Опаляющая, сжигающая изнутри ненависть, что заставляет сжиматься челюсти так, что едва не крошатся зубы. Ненависть прежде всего к себе-прежней. К себе-слабой, себе-ни-на-что-не-годной. Как она могла быть такой глупой? Медлила и ждала, когда вот тут, совсем рядом — только руку протяни да потерпи чуток! — настоящие океаны силы, которую вдобавок у тебя можно отнять только вместе с жизнью. Мастера Смерти поистине транжиры, если даром отдают такое богатство!
Огонь свивался в жилах, рвался по ним, изменяя саму кровь, саму сердцевину костей. Алиедора разом и рыдала, и хохотала, вся покрытая пóтом и собственной кровью. В неё втыкались новые и новые иглы, тело дёргалось — оно, это тело, ещё несовершенно, ещё не понимает свалившегося на него счастья.
Удивительно, она дёргалась и выла, вопила и рвалась, однако какая-то часть сознания оставалась спокойной и ясной. Она, эта часть, видела, как споро, но чётко работают Мастера, слышала и их короткие фразы:
— Потрясающе. Никогда такого не видел. Полное отсутствие реакции…
— Напротив, реакция есть.

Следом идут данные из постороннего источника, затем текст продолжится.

"""Observation networks: which variables are observed, how often, through what and with what error.

Every ``stride``-th resolved variable, or ``stations`` at any grid positions
(linear interpolation between grid points), every ``interval`` model time
units, through an elementwise ``transform``, with independent errors of
standard deviation ``error_std`` (R = error_std^2 I, a traced setting). The
group's options (``every_station``, ``every_other_station``) are presets of
this one spec.
"""

import math
from dataclasses import dataclass

import numpy as np

from assimbench.config.spec import NetworkSpec, NodeChecks
from assimbench.observations.operators import TRANSFORMS, at_stations, every_kth


@dataclass
class ObservationConfig:
    """Observe every ``stride``-th variable every ``interval`` model time units.

    y = f(H truth) + N(0, error_std^2 I) with f given by ``transform``
    (identity, absolute or square); ``interval`` must be a whole multiple of
    ``model.dt``. The default is the demo's: every station of the ring every
    six hours (0.05 model time units) with unit error. ``stations``, a list of
    grid positions in [0, n) (fractions between grid points on a ring), replaces
    the stride. ``error_factors``, one per station, make the errors unequal:
    station i's standard deviation is error_std x error_factors[i].
    """

    interval: float = 0.05
    stride: int = 1
    stations: list[float] | None = None
    error_factors: list[float] | None = None
    error_std: float = 1.0
    transform: str = "identity"


def _check(c: NodeChecks, truth) -> None:
    """Ranges of the network's keys; ``truth`` the facts of the truth model (ModelFacts)."""
    resolved = truth.resolved
    allowed = f"an integer from 1 to the observable state size {resolved}"
    c.integer("stride", 1, allowed, maximum=resolved)
    c.real("error_std", "a finite standard deviation > 0", minimum=0.0)
    if c.node.transform not in TRANSFORMS:
        c.fail("transform", c.node.transform, "one of " + ", ".join(TRANSFORMS))
    if c.node.stations is not None:
        _check_stations(c, truth)
    if c.node.error_factors is not None:
        _check_error_factors(c, truth)


def _numbers(c: NodeChecks, key: str) -> list:
    """The list ``key`` holds, each entry a number (a nested list or a word is refused)."""
    values = list(c.node[key])
    if any(isinstance(v, bool) or not isinstance(v, (int, float)) for v in values):
        c.fail(key, str(c.node[key]), "a flat list of numbers")
    return values


def _check_error_factors(c: NodeChecks, truth) -> None:
    factors = _numbers(c, "error_factors")
    shown = "[" + ",".join(f"{f:g}" for f in factors) + "]"
    count = len(c.node.stations) if c.node.stations is not None else -(-truth.resolved // int(c.node.stride))
    if len(factors) != count:
        c.fail("error_factors", shown, f"one factor per station: {count} here, got {len(factors)}")
    for f in factors:
        if not math.isfinite(f) or f <= 0:
            c.fail("error_factors", shown, f"finite factors > 0 (each station's error std over {c.name('error_std')})")


def _check_stations(c: NodeChecks, truth) -> None:
    stations = _numbers(c, "stations")
    shown = "[" + ",".join(f"{q:g}" for q in stations) + "]"
    if int(c.node.stride) != 1:
        c.fail("stride", c.node.stride, f"1 when {c.name('stations')} is given (a station list replaces the stride; "
                                             "leave out stride presets such as observation=every_other_station)")
    if not stations:
        c.fail("stations", shown, "a list of at least one grid position")
    within = f"grid positions from 0 to below the observable state size {truth.resolved}"
    for q in stations:
        if not math.isfinite(q) or q < 0 or q >= truth.resolved:
            c.fail("stations", shown, f"{within}; {q:g} is not")
        if q != int(q) and not truth.ring:
            c.fail("stations", shown, f"whole grid positions: {truth.name} has no distance between variables, so "
                                      f"{q:g} cannot lie between two grid points")
    if len(set(stations)) != len(stations):
        c.fail("stations", shown, "each position once (a repeated station would share its noise)")


def _build(node, resolved: int):
    if node.stations is None:
        operator = every_kth(resolved, int(node.stride), str(node.transform))
    else:
        operator = at_stations(resolved, list(node.stations), str(node.transform))
    if node.error_factors is None:
        return operator
    return operator._replace(error_factors=np.asarray(list(node.error_factors), dtype=np.float64))


SPEC = NetworkSpec(
    name="stride",
    schema=ObservationConfig,
    build=_build,
    check=_check,
    traced=("error_std",),
)
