"""Lanes: settings run side by side as one vectorised batch of one compiled program.

A lane is one combination of values of traced settings, given as lists under
``lanes``, e.g. ``lanes.filter.inflation=[1.02,1.05,1.1] replicates=4``: the
job then runs 3 lanes x 4 replicates = 12 experiments in one program. With
several lists the lanes are every combination (the last key varies fastest).
Every lane of a replicate sees the same truth and observations (they depend on
the seed, the replicate and the model and observation settings only), so lane
differences are paired.

Only traced floats can be lanes. The static parts of the job are built once
from the "hull" of the lanes: the LETKF/EnSRF observation window from the
largest radius, and the additive / RTPP / RTPS pieces switched on when any lane
uses them. A lane with such a piece at strength 0 inside a batch that uses it
applies it with zero strength, which equals not applying it up to rounding,
except that the additive piece still draws its noise: with a stochastic filter
(EnKF) that lane's random stream differs from a standalone run with
additive_std=0 (the statistics are the same).
"""

import dataclasses
import itertools
from typing import NamedTuple

import numpy as np
from omegaconf import DictConfig, OmegaConf

from assimbench.schema import FilterLanes, LanesConfig, ModelLanes, ObservationLanes
from assimbench.validation import ConfigError

# Component keys that are traced floats, hence allowed as lanes: the fields of the
# lane schemas (schema.LanesConfig), so the two can never disagree.
LANE_KEYS = {
    section: tuple(f.name for f in dataclasses.fields(node))
    for section, node in (("model", ModelLanes), ("forecast_model", ModelLanes), ("observation", ObservationLanes),
                          ("filter", FilterLanes))
}
TOP_LANE_KEYS = tuple(f.name for f in dataclasses.fields(LanesConfig) if f.name not in LANE_KEYS)
MAX_LANES = 4096
# Filters whose static parts are estimated from the model's climatology: a lane
# over a model parameter would leave them describing another model.
CLIMATOLOGY_FILTERS = ("3dvar", "climatology")


class LaneGrid(NamedTuple):
    """keys: the lane keys ("filter.inflation", ...); values: (lanes, len(keys)) float64."""

    keys: tuple
    values: np.ndarray

    @property
    def size(self) -> int:
        return int(self.values.shape[0])

    def coordinates(self) -> dict:
        """key -> (lanes,) values."""
        return {key: self.values[:, j] for j, key in enumerate(self.keys)}


def _given(cfg: DictConfig) -> list:
    """(full key, values) of every non-null lane list, in schema order."""
    lanes = cfg.get("lanes")
    if lanes is None:
        return []
    given = []
    for section, names in LANE_KEYS.items():
        for name in names:
            values = lanes[section][name]
            if values is not None:
                given.append((f"{section}.{name}", list(values)))
    for name in TOP_LANE_KEYS:
        if lanes[name] is not None:
            given.append((name, list(lanes[name])))
    return given


def lane_grid(cfg: DictConfig) -> LaneGrid:
    """Every combination of the lane lists (one lane, no keys, when there are none)."""
    given = _given(cfg)
    if not given:
        return LaneGrid(keys=(), values=np.zeros((1, 0)))
    keys = tuple(key for key, _ in given)
    values = np.array(list(itertools.product(*(vals for _, vals in given))), dtype=np.float64)
    return LaneGrid(keys=keys, values=values.reshape(-1, len(keys)))


def _set(cfg: DictConfig, key: str, value) -> None:
    OmegaConf.update(cfg, key, value, merge=False)


def _without_lanes(cfg: DictConfig) -> DictConfig:
    plain = OmegaConf.create(OmegaConf.to_container(cfg, resolve=True))
    plain.pop("lanes", None)
    return plain


def lane_config(cfg: DictConfig, grid: LaneGrid, lane: int) -> DictConfig:
    """The plain config of one lane: the lane's values set, no lanes."""
    one = _without_lanes(cfg)
    for j, key in enumerate(grid.keys):
        _set(one, key, float(grid.values[lane, j]))
    return one


def hull_config(cfg: DictConfig, grid: LaneGrid) -> DictConfig:
    """The config the static parts are built from: large enough for every lane."""
    hull = _without_lanes(cfg)
    for j, key in enumerate(grid.keys):
        column = grid.values[:, j]
        if key in ("filter.radius", "filter.additive_std", "filter.rtpp", "filter.rtps"):
            # Largest window; a piece switched on when any lane uses it.
            _set(hull, key, float(column.max()))
        else:
            _set(hull, key, float(column[0]))
    return hull


def check_lanes(cfg: DictConfig, check_one) -> None:
    """Lane keys must be traced settings of the chosen components; every lane must
    be a valid config (``check_one(lane_cfg)`` raises ConfigError)."""
    given = _given(cfg)
    if not given:
        return
    for key, values in given:
        if not values:
            raise ConfigError(f"lanes.{key}=[] is not allowed: a non-empty list of numbers")
        section, _, name = key.rpartition(".")
        if section:
            node = cfg[section]
            if name not in node:
                own = [k for k in LANE_KEYS[section] if k in node]
                what = f"{section} {node.name}" if "name" in node else section
                allowed = ", ".join(own) if own else "none"
                raise ConfigError(
                    f"lanes.{key} is not allowed: the {what} has no setting {name} "
                    f"(its lane settings: {allowed})"
                )
            forecaster = "model" if cfg.forecast_model.name == "same" else "forecast_model"
            if section == forecaster and cfg.filter.name in CLIMATOLOGY_FILTERS:
                raise ConfigError(
                    f"lanes.{key} is not allowed with filter={cfg.filter.name}: its static parts come from "
                    f"the forecast model's climatology; sweep model settings with --multirun"
                )
    grid = lane_grid(cfg)
    if grid.size > MAX_LANES:
        raise ConfigError(f"lanes: {grid.size} lanes is not allowed: at most {MAX_LANES} in one job")
    for lane in range(grid.size):
        try:
            check_one(lane_config(cfg, grid, lane))
        except ConfigError as err:
            raise ConfigError(f"lanes.{err}") from None


def lane_label(grid: LaneGrid, lane: int) -> str:
    """A short text naming one lane's values, e.g. "filter.inflation=1.05"."""
    return " ".join(f"{key}={grid.values[lane, j]:g}" for j, key in enumerate(grid.keys))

Но именно такая, как надо.
— На малые дозы отвечает идеально.
— Поглядим, что станет, когда вшивать начнём.
— Не забудь, что неглубоко надо. Ей же не навсегда.
— Не забуду, когда я что забывал?
— А вот Мастер Хтатли как-то скальпель забыл…
— Так что же, начинаем?
— Прямо сейчас? Трактаты подобную смелость не одобряют…
— Ты что, ничего не чувствуешь? — Это Аттара. — Девчонка идеальна. Таких не бывает. Ни за что бы не поверила, кабы сама не видела.
— Лучше тебя? — поддел Латариус.
— Лучше, — неожиданно кивнула та. — Дело Некрополиса от этого только выиграет.
…Что с ней делали потом, Алиедора, как ни странно, запомнила в мельчайших деталях. Словно со стороны, она видела собственное нагое тело, распростёртое на окровавленном столе, видела до блеска надраенные инструменты в руках сменявших друг друга «лекарей», видела чёрные скляницы, укладывавшиеся в глубину разрезов, чувствовала резкую вонь алхимических снадобий, коими обильно промывались раны. Её словно разбирали на части, рвали, точно тряпичную куклу, и снова сшивали. Внешне всё оставалось как было — но только внешне.
В какой-то миг доньяте показалось — она различает шёпот Белого Дракона, перед глазами закачалась та самая дорога, полная устремлявшихся к нему душ, среди которых влачились и странно знакомые: женщина средних лет, окружённая целым выводком молодёжи. Когда-то эти люди что-то значили для Алиедоры, доньята это помнила точно. Но когда и что именно — в тот миг она вспомнить не могла.